- [What this task involves]
Your job with the data below is to output exactly the lines from the one holding "filename tests/integration/csv-import.test.ts" down to the one holding "let coordinator: Client", both included, and no others.

[Extracted records]

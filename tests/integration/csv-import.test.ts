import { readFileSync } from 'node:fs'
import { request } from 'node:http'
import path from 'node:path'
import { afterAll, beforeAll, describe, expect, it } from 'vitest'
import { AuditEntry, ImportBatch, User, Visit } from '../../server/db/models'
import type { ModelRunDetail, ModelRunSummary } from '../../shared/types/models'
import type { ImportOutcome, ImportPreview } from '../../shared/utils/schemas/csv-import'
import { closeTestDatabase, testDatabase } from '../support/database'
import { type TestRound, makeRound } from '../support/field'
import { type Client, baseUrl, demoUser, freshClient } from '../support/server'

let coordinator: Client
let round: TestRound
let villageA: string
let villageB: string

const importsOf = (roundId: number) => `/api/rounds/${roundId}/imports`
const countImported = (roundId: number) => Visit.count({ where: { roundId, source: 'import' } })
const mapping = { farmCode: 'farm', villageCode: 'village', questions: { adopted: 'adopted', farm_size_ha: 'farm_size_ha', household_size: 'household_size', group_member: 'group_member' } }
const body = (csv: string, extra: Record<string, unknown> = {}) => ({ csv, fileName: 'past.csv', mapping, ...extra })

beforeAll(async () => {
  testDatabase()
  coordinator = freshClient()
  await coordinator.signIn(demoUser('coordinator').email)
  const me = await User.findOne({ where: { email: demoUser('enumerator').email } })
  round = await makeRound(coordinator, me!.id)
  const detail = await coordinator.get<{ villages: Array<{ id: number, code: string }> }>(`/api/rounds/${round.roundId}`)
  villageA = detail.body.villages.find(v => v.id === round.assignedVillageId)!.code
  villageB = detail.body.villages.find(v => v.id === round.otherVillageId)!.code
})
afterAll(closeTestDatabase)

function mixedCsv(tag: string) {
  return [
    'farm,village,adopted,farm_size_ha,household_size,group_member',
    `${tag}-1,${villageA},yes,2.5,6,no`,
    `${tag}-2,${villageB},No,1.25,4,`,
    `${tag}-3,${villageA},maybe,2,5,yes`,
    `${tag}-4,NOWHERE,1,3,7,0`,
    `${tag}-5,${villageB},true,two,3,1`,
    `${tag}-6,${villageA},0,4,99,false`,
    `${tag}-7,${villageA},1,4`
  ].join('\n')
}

[/Extracted records]
[Extracted records]

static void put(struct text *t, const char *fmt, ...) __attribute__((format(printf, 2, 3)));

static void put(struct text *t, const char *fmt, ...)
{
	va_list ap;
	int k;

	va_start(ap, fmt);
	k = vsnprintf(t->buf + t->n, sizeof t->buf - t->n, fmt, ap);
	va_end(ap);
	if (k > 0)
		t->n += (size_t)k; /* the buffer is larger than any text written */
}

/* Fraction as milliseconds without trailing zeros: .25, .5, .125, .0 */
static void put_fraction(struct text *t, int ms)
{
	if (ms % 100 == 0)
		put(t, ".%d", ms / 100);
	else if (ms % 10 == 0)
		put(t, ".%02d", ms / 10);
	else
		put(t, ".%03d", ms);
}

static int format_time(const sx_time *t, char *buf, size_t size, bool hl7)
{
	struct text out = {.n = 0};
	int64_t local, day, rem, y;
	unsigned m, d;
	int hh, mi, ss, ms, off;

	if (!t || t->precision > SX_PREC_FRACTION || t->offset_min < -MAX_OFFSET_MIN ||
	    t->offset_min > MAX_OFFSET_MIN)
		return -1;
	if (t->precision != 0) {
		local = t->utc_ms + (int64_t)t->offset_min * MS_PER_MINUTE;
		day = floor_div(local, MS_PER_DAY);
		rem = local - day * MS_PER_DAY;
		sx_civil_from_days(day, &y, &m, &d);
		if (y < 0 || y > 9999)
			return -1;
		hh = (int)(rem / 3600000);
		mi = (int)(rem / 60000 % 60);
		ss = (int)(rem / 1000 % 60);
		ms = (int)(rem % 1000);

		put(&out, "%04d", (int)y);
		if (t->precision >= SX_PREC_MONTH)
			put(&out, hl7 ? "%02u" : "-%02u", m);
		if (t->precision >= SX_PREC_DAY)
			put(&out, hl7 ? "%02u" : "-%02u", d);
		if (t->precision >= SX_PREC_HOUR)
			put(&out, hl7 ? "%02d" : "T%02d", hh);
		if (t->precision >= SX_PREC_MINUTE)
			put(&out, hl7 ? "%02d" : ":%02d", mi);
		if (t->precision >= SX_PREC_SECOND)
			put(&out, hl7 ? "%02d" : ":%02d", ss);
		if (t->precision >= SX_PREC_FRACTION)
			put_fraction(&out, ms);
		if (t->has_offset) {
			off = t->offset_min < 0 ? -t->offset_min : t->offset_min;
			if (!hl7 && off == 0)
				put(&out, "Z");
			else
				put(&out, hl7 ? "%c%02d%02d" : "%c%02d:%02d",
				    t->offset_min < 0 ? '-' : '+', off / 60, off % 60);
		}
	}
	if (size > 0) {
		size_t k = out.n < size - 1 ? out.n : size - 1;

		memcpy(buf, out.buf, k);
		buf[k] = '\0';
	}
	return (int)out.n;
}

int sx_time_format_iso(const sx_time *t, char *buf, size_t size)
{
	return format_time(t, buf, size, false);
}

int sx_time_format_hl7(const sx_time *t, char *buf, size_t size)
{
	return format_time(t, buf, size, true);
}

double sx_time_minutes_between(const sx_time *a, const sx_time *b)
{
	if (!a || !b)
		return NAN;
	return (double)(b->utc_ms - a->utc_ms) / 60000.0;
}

[/Extracted records]
[Extracted records]

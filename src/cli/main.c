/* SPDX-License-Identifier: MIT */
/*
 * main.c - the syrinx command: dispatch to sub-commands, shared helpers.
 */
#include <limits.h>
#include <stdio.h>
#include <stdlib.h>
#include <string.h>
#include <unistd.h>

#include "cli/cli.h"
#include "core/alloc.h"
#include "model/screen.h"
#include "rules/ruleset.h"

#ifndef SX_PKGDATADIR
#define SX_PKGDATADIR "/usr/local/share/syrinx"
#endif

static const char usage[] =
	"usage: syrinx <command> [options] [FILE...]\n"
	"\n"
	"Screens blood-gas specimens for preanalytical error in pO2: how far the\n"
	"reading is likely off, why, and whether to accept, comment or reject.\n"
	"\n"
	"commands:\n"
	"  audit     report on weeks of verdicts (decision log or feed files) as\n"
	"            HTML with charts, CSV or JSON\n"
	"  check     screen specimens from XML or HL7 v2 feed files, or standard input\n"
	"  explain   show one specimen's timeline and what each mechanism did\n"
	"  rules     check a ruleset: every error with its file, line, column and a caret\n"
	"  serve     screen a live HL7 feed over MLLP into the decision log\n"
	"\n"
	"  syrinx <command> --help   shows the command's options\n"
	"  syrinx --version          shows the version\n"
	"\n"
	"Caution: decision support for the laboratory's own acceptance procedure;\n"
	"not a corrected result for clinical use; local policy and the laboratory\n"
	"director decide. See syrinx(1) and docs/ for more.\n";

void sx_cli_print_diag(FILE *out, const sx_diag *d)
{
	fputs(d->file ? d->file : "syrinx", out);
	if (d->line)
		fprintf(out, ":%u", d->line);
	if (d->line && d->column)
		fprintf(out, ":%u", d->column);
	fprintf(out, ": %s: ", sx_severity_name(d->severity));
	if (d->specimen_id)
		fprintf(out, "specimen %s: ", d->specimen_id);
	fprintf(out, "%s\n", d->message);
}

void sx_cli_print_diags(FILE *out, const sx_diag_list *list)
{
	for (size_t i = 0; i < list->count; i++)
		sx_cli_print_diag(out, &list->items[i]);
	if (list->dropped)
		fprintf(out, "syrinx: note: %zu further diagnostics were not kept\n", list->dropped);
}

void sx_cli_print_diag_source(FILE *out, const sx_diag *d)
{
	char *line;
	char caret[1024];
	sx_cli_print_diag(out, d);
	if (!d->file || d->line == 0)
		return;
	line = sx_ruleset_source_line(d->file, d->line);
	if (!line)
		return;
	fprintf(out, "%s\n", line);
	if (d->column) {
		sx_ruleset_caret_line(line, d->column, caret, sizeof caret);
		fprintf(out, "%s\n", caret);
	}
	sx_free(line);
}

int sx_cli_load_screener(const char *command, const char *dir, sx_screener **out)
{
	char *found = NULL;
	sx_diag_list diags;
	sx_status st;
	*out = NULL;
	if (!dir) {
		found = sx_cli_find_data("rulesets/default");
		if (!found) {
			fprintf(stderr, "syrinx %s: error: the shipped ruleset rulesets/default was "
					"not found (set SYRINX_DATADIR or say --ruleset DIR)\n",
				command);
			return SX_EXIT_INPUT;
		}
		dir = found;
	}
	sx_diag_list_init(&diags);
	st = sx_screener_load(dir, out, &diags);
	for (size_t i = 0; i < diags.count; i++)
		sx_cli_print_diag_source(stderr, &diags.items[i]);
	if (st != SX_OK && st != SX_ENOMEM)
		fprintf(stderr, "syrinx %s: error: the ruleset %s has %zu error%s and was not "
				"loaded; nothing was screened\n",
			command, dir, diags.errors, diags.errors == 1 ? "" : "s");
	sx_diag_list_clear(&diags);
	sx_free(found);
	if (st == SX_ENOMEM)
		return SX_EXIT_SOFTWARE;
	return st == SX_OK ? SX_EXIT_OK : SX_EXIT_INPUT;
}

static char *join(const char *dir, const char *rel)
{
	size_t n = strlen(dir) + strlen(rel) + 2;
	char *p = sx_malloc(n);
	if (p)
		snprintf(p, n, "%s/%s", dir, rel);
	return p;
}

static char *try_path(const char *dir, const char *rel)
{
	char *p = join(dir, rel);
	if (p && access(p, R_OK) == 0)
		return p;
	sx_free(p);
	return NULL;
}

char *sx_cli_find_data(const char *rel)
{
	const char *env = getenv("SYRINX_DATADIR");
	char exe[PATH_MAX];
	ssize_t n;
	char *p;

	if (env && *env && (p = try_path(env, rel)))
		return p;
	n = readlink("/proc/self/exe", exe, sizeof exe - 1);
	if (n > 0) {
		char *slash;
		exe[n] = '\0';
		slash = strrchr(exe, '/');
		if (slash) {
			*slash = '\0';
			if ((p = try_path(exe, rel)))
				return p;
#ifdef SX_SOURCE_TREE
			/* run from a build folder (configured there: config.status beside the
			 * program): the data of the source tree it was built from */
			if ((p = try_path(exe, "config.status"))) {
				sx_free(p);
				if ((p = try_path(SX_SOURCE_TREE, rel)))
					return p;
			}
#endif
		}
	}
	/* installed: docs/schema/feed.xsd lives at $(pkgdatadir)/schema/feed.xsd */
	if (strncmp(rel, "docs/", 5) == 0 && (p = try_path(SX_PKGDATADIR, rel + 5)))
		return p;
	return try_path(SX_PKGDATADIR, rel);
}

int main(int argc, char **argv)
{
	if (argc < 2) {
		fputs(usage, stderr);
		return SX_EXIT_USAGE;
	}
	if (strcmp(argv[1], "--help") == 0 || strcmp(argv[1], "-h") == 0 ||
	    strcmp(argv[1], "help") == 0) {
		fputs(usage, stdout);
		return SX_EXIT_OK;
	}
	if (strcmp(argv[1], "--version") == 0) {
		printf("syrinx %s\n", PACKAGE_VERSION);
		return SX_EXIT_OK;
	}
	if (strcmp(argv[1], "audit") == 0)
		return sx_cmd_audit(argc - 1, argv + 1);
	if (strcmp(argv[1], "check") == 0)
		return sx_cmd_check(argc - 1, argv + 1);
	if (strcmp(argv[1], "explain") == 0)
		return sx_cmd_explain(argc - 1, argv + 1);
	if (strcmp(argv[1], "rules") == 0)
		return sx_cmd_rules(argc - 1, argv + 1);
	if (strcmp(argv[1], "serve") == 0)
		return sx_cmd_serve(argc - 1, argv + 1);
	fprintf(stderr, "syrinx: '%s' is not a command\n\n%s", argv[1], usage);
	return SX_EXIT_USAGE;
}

[/Extracted records]

- [Solution to this task]
filename tests/integration/csv-import.test.ts
import { readFileSync } from 'node:fs'
import { request } from 'node:http'
import path from 'node:path'
import { afterAll, beforeAll, describe, expect, it } from 'vitest'
import { AuditEntry, ImportBatch, User, Visit } from '../../server/db/models'
import type { ModelRunDetail, ModelRunSummary } from '../../shared/types/models'
import type { ImportOutcome, ImportPreview } from '../../shared/utils/schemas/csv-import'
import { closeTestDatabase, testDatabase } from '../support/database'
import { type TestRound, makeRound } from '../support/field'
import { type Client, baseUrl, demoUser, freshClient } from '../support/server'

let coordinator: Client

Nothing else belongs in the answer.